Affected users are encouraged to test the fix and report feedback.
Comment 15 How can I remove my account? 2022-01-04 13:42:29 UTC
Will add a unit test for this bug fix, too. https://gerrit.libreoffice.org/c/core/+/127935
Comment 16 Commit Notification 2022-01-04 16:09:11 UTC
Tor Lillqvist committed a patch related to this issue.
It has been pushed to "master":

https://git.libreoffice.org/core/commit/6bfeb2290c585e0e5fe982dde6ac57e4afca2e2f

tdf#146264: Add unit test

It will be available in 7.4.0.

The patch should be included in the daily builds available at
https://dev-builds.libreoffice.org/daily/ in the next 24-48 hours.
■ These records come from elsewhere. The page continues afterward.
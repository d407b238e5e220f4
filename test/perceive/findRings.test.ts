import { describe, expect, it } from 'vitest';
import fc from 'fast-check';
import { findRings, canonicalRing } from '../../src/perceive/findRings.js';
import { ringSystems } from '../../src/perceive/ringSystems.js';
import { minimumCycleBasis } from '../../src/perceive/minimumCycleBasis.js';
import { buildGraph } from '../../src/perceive/graph.js';
import { bondsOf } from './fixtures.js';
import { allSimpleCycles, bondIndexOf, componentCount, cycleBits, greedyBasisSizes, rankOf } from './cycleSpace.js';

const graphOf = (n: number, edges: readonly (readonly [number, number])[]) => buildGraph(n, bondsOf(edges));
const cycle = (atoms: readonly number[]): [number, number][] => atoms.map((a, k) => [a, atoms[(k + 1) % atoms.length]!]);
const sizes = (rings: readonly number[][]) => rings.map((r) => r.length).sort((p, q) => p - q);

/** Checks every ring is a simple closed walk and the set is an independent basis of E − V + C rings. */
function expectBasis(graph: ReturnType<typeof graphOf>, rings: readonly number[][]) {
  const index = bondIndexOf(graph);
  const bits = rings.map((r) => cycleBits(graph, r, index));
  expect(bits.every((b) => b !== null)).toBe(true);
  for (const r of rings) expect(new Set(r).size).toBe(r.length);
  expect(rankOf(bits as bigint[])).toBe(rings.length);
  expect(rings.length).toBe(index.size - graph.size + componentCount(graph));
}

// cubane: two squares 0-1-2-3 and 4-5-6-7 joined by 0-4, 1-5, 2-6, 3-7
const CUBANE: [number, number][] = [...cycle([0, 1, 2, 3]), ...cycle([4, 5, 6, 7]), [0, 4], [1, 5], [2, 6], [3, 7]];

describe('findRings', () => {
  it('findRings returns a ring from its lowest atom toward its smaller neighbour', () => {
    expect(findRings(graphOf(6, cycle([0, 3, 1, 4, 2, 5])))).toEqual([[0, 3, 1, 4, 2, 5]]);
    expect(findRings(graphOf(6, cycle([5, 4, 3, 2, 1, 0])))).toEqual([[0, 1, 2, 3, 4, 5]]);
    expect(canonicalRing([4, 2, 9, 7])).toEqual([2, 4, 7, 9]);
    expect(canonicalRing([4, 2, 7, 9])).toEqual([2, 4, 9, 7]);
  });

  it('findRings gives cubane five four-rings, E − V + 1 (Horton 1987 minimum cycle basis)', () => {
    const graph = graphOf(8, CUBANE);
    const rings = findRings(graph);
    expect(sizes(rings)).toEqual([4, 4, 4, 4, 4]);
    expectBasis(graph, rings);
  });

  it('findRings gives K4 three triangles and norbornane two five-rings', () => {
    expect(sizes(findRings(graphOf(4, [[0, 1], [0, 2], [0, 3], [1, 2], [1, 3], [2, 3]])))).toEqual([3, 3, 3]);
    // norbornane skeleton: C1..C7 as 0..6, bridgeheads 0 and 3, bridge atom 6
    const norbornane = graphOf(7, [[0, 1], [1, 2], [2, 3], [3, 4], [4, 5], [5, 0], [0, 6], [3, 6]]);
    expect(findRings(norbornane)).toEqual([[0, 1, 2, 3, 6], [0, 5, 4, 3, 6]]);
  });

  it('findRings splits spiro rings and separate components into ring systems', () => {
    // spiro[2.2]pentane-like: triangles 0-1-2 and 2-3-4 share atom 2; a separate square 5..8 with a tail 9-10
    const graph = graphOf(11, [...cycle([0, 1, 2]), ...cycle([2, 3, 4]), ...cycle([5, 6, 7, 8]), [8, 9], [9, 10]]);
    expect(ringSystems(graph).map((s) => s.atoms)).toEqual([[0, 1, 2], [2, 3, 4], [5, 6, 7, 8]]);
    expect(findRings(graph)).toEqual([[0, 1, 2], [2, 3, 4], [5, 6, 7, 8]]);
    expectBasis(graph, findRings(graph));
  });

  it('findRings ignores chains, including a 100,000-atom chain ending in a ring', () => {
    const n = 100_000;
    const edges: [number, number][] = [];
    for (let i = 0; i + 1 < n; i++) edges.push([i, i + 1]);
    edges.push([n - 1, n - 6]);
    expect(findRings(graphOf(n, edges))).toEqual([[n - 6, n - 5, n - 4, n - 3, n - 2, n - 1]]);
    expect(findRings(graphOf(5, [[0, 1], [1, 2], [2, 3], [1, 4]]))).toEqual([]);
    expect(findRings(graphOf(0, []))).toEqual([]);
  });

  it('findRings does not depend on the order of the bond list', () => {
    const shuffled = [...CUBANE].reverse().map(([a, b]) => [b, a] as [number, number]);
    expect(findRings(graphOf(8, shuffled))).toEqual(findRings(graphOf(8, CUBANE)));
  });

  it('findRings finds a minimum cycle basis on random small graphs (fast-check vs all simple cycles)', () => {
    const graphs = fc
      .integer({ min: 1, max: 8 })
      .chain((n) => fc.tuple(fc.constant(n), fc.uniqueArray(fc.tuple(fc.nat(n - 1), fc.nat(n - 1)), { maxLength: 14 })));
    fc.assert(
      fc.property(graphs, ([n, raw]) => {
        const graph = graphOf(n, raw.filter(([a, b]) => a !== b));
        const rings = findRings(graph);
        expectBasis(graph, rings);
        // the sorted sizes of every minimum cycle basis are the same (matroid greedy), so compare with brute force
        expect(sizes(rings)).toEqual(greedyBasisSizes(graph, allSimpleCycles(graph)));
        for (const r of rings) expect(canonicalRing(r)).toEqual(r);
      }),
      { seed: 20261203, numRuns: 400 },
    );
  });
});

describe('findRings on large fused lattices', () => {
  /** A simple cubic lattice of n × n × n atoms, bonds to the six axis neighbours: every ring is a 4-ring. */
  const lattice = (n: number) => {
    const id = (x: number, y: number, z: number) => x + n * (y + n * z);
    const edges: [number, number][] = [];
    for (let z = 0; z < n; z++) for (let y = 0; y < n; y++) for (let x = 0; x < n; x++) {
      if (x + 1 < n) edges.push([id(x, y, z), id(x + 1, y, z)]);
      if (y + 1 < n) edges.push([id(x, y, z), id(x, y + 1, z)]);
      if (z + 1 < n) edges.push([id(x, y, z), id(x, y, z + 1)]);
    }
    return graphOf(n ** 3, edges);
  };

  it('findRings(8 × 8 × 8 cubic lattice) gives the E − V + 1 four-rings of an independent basis (built in rounds of growing length)', () => {
    const graph = lattice(8);
    const rings = findRings(graph);
    expect(rings.length).toBe(3 * 8 * 8 * 7 - 512 + 1);
    expect(rings.every((r) => r.length === 4)).toBe(true);
    expectBasis(graph, rings);
  });

  it('minimumCycleBasis refuses a ring system over its work limit with ring-system-too-large, one clear line', () => {
    const [system] = ringSystems(lattice(6));
    expect(() => minimumCycleBasis(system!, 1000)).toThrow(expect.objectContaining({ code: 'ring-system-too-large' }));
    expect(() => minimumCycleBasis(system!, 1000)).toThrow(/a fused ring system of 216 atoms and 325 independent rings is too large for ring perception/);
    expect(minimumCycleBasis(system!)).toHaveLength(325);
  });
});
More
information about daily builds can be found at:
https://wiki.documentfoundation.org/Testing_Daily_Builds

Affected users are encouraged to test the fix and report feedback.
Comment 17 Svante Schubert 2023-05-05 12:37:04 UTC
I have an update on this issue as Michael and I have worked on the XSLT filter for the ODF spec (being the same as the one for LO) but using some JavaScript for MathML by default.

We just finished a pull-request:
https://github.com/oasis-tcs/odf-tc/pull/47

Same fix I did for https://bugs.documentfoundation.org/show_bug.cgi?id=154989

There, was a erroneous recursion in the XSLT, which I removed, making the fix (earlier mentioned 'ugly hack' obsolete - so I removed it again).
Now I added some test files to the ODF TC git repo and will collect further, that Michael will add for the LO regression test as well.
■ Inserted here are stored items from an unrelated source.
import { describe, expect, it } from 'vitest';
import { atomIndex } from '../../src/perceive/atomIndex.js';
import { molecule } from './fixtures.js';
import { failure, sugar } from './selection.js';

describe('atomIndex', () => {
  it('atomIndex reads a number as a 1-based file index and a name as an atom name', () => {
    expect(atomIndex(sugar, '1')).toBe(0);
    expect(atomIndex(sugar, ' 10 ')).toBe(9);
    expect(atomIndex(sugar, 'O5')).toBe(0);
    expect(atomIndex(sugar, 'C3')).toBe(3);
    expect(atomIndex(sugar, 'c3')).toBe(3); // case-insensitive when no exact match
  });

  it('atomIndex reports an index out of range with the atom count', () => {
    expect(failure(() => atomIndex(sugar, '99'))).toEqual(['unknown-atom', 'test.xyz: atom 99 does not exist (the record has 10 atoms)']);
    expect(failure(() => atomIndex(sugar, '0'))[0]).toBe('unknown-atom');
  });

  it('atomIndex reports an unknown name with the names that exist', () => {
    expect(failure(() => atomIndex(sugar, 'C9'))).toEqual([
      'unknown-atom',
      'test.xyz: no atom named C9; names in the record: O5, C1, C2, C3, C4, C5, O1, H (atom numbers are 1–10)',
    ]);
    const many = molecule(Array(30).fill('C'), Array.from({ length: 30 }, (_, i) => [i * 3, 0, 0]), null, Array.from({ length: 30 }, (_, i) => `C${i + 1}`));
    const [, message] = failure(() => atomIndex(many, 'N1'));
    expect(message).toContain('C12, … (18 more)');
    expect(message).not.toContain('C13');
    const nameless = molecule(['C', 'C'], [[0, 0, 0], [1.5, 0, 0]]);
    expect(failure(() => atomIndex(nameless, 'C1'))[1]).toBe(
      'test.xyz: no atom named C1; the record has no atom names (atom numbers are 1–2)',
    );
  });

  it('atomIndex reports an ambiguous name with the atoms that carry it', () => {
    expect(failure(() => atomIndex(sugar, 'H'))).toEqual([
      'ambiguous-atom',
      'test.xyz: atom name H is ambiguous: atoms 8, 9 carry it; use an atom number',
    ]);
    expect(failure(() => atomIndex(sugar, ' '))[0]).toBe('bad-selection');
  });
});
The major enhancement is that the alignment of images/frames is done by CSS position. 
It all depends on the ODF attribute @text:anchor-type
1) if the anchor is at tha character 'as-char' CSS position:static (the default) is used
2) if the anchor exist, but not 'as-char' CSS position:relative with float:left is used
3) if the achor does not exist, CSS position:absolute will position relative to its parent (mostly the body/page). The latter case fixed https://bugs.documentfoundation.org/show_bug.cgi?id=154989

In addition, I added a pageHeight, background color for ODF graphics @draw:fill-color), fixed obvious typos/bugs in XSLT flow:
https://github.com/oasis-tcs/odf-tc/pull/47/commits/f93dd81a5c6ba8f06a67e98f9f3dc4fd79ccab0c
(note here I have not omitted the 'ugly hack' but renamed it, removed later to see it makes no difference).
Comment 18 Svante Schubert 2023-05-05 12:47:46 UTC
Michael will take this back to LO sources.. Thank you for that, Michael!

PS: I forgot to mention that the doubled bullet was due to the existent @style:num-suffix, which is not rendered by LO.
Michael and I decided to remove both @style:num-prefix and @style:num-suffix for the HTML rendering of bullets!

PPS: Some might be able fix the HTML layout completly in the way LO is rendering it by taking into account the image property @style:vertical-pos="top" to be found in the styles.xml parent Graphics style.

Due to style:vertical-pos="top" the image has to be shown on top of the paragraph, where the first list-item is equal to the paragraph in LO.
For this reason, the image comes before the list and the label of the list item should be hold back for images with such an attribute.

But also the other attributes should be considered by test documents:
https://tdf.github.io/odftoolkit/odf1.3/OpenDocument-v1.3-reference.html#attribute_style:vertical-pos_1
"below"  "bottom"  "from-top"  "middle"  "top"

Also the test documents have to take into account that there might be multiple paragraphs ahead and/or after the image.

This might become a follow-up issue for someone...

Already too much time invested on this in my spare time, triggered by a hackfest from Thorsten Behrens and Michael Stahl's suggestion to work on these issue. Nice trick, Michael! ;-)
Comment 19 Commit Notification 2023-05-08 07:43:17 UTC
Svante Schubert committed a patch related to this issue.
It has been pushed to "master":

https://git.libreoffice.org/core/commit/5178ade8a12cc52c02cd6288932e5a85dfbaea1b

XHTML export: Removing bullet suffix, which is not viewed in LO - see tdf146264

It will be available in 7.6.0.

The patch should be included in the daily builds available at
https://dev-builds.libreoffice.org/daily/ in the next 24-48 hours. More
information about daily builds can be found at:
https://wiki.documentfoundation.org/Testing_Daily_Builds

Affected users are encouraged to test the fix and report feedback.